DATA PROVIDED:
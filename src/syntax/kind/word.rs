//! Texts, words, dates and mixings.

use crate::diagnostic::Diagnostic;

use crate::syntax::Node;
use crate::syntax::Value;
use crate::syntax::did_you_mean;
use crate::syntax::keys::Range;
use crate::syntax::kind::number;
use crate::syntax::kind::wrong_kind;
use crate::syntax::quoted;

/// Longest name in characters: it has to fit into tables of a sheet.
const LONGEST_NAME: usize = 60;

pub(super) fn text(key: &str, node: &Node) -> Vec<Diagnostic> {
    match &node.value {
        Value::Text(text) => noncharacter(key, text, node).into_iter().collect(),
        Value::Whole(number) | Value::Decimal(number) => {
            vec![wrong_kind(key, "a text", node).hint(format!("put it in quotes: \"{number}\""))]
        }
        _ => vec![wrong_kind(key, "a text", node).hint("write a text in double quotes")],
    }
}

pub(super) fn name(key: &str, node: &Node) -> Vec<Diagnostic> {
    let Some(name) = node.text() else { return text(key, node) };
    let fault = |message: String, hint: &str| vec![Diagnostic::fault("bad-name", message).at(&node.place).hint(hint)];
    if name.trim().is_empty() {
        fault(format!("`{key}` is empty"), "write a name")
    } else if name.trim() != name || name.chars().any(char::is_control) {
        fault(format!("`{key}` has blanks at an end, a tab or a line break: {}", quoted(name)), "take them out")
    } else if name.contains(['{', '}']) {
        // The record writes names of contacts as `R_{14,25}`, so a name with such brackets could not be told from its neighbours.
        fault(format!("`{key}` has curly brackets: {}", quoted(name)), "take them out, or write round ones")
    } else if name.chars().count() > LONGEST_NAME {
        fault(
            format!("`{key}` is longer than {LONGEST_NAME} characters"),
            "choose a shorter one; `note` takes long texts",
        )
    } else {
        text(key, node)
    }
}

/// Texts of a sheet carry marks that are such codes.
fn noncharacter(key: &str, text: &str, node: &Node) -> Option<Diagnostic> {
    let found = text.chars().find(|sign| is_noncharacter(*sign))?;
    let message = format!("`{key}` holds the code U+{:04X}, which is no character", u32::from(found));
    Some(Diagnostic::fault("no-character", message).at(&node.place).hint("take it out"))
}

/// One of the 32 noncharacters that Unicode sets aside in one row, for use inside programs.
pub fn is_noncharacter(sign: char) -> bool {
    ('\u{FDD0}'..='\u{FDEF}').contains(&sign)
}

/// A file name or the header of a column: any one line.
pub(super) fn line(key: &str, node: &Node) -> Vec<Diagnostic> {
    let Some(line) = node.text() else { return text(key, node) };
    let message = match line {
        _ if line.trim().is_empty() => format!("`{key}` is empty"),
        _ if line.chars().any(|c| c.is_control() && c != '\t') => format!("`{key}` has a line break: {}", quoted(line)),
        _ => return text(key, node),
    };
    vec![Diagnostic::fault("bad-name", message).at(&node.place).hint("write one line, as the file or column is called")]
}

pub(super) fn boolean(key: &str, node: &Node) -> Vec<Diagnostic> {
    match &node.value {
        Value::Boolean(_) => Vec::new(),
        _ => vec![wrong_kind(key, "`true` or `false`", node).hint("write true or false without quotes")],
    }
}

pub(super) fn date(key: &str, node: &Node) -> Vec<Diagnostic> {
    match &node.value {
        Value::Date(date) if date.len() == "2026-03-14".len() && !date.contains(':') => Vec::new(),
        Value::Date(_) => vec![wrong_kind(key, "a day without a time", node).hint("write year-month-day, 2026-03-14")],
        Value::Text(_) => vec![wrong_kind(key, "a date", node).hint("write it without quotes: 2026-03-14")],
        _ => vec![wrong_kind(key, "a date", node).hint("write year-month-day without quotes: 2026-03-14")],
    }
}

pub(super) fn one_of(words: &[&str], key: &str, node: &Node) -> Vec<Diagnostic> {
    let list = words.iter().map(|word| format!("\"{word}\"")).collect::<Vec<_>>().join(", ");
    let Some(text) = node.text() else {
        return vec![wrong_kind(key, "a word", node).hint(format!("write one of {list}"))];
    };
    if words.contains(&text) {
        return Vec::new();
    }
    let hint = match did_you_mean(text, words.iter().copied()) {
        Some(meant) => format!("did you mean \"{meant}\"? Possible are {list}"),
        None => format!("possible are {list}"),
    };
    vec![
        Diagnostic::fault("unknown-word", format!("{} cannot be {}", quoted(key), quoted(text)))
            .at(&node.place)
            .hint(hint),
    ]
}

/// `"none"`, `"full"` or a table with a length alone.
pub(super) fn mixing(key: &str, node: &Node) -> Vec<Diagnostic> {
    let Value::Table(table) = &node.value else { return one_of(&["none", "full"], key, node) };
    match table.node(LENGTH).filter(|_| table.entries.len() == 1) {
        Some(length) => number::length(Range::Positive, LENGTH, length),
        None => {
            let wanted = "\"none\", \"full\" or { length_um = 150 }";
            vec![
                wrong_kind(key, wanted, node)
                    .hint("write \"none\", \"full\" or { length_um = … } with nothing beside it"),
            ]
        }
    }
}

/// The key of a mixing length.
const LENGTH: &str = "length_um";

TASK PROMPT: Print, please, the lines above from the very first through the one that holds "has blanks at", both included, word for word and with nothing else.

WRITTEN SOLUTION:
filename src/syntax/kind/word.rs
//! Texts, words, dates and mixings.

use crate::diagnostic::Diagnostic;

use crate::syntax::Node;
use crate::syntax::Value;
use crate::syntax::did_you_mean;
use crate::syntax::keys::Range;
use crate::syntax::kind::number;
use crate::syntax::kind::wrong_kind;
use crate::syntax::quoted;

/// Longest name in characters: it has to fit into tables of a sheet.
const LONGEST_NAME: usize = 60;

pub(super) fn text(key: &str, node: &Node) -> Vec<Diagnostic> {
    match &node.value {
        Value::Text(text) => noncharacter(key, text, node).into_iter().collect(),
        Value::Whole(number) | Value::Decimal(number) => {
            vec![wrong_kind(key, "a text", node).hint(format!("put it in quotes: \"{number}\""))]
        }
        _ => vec![wrong_kind(key, "a text", node).hint("write a text in double quotes")],
    }
}

pub(super) fn name(key: &str, node: &Node) -> Vec<Diagnostic> {
    let Some(name) = node.text() else { return text(key, node) };
    let fault = |message: String, hint: &str| vec![Diagnostic::fault("bad-name", message).at(&node.place).hint(hint)];
    if name.trim().is_empty() {
        fault(format!("`{key}` is empty"), "write a name")
    } else if name.trim() != name || name.chars().any(char::is_control) {
        fault(format!("`{key}` has blanks at an end, a tab or a line break: {}", quoted(name)), "take them out")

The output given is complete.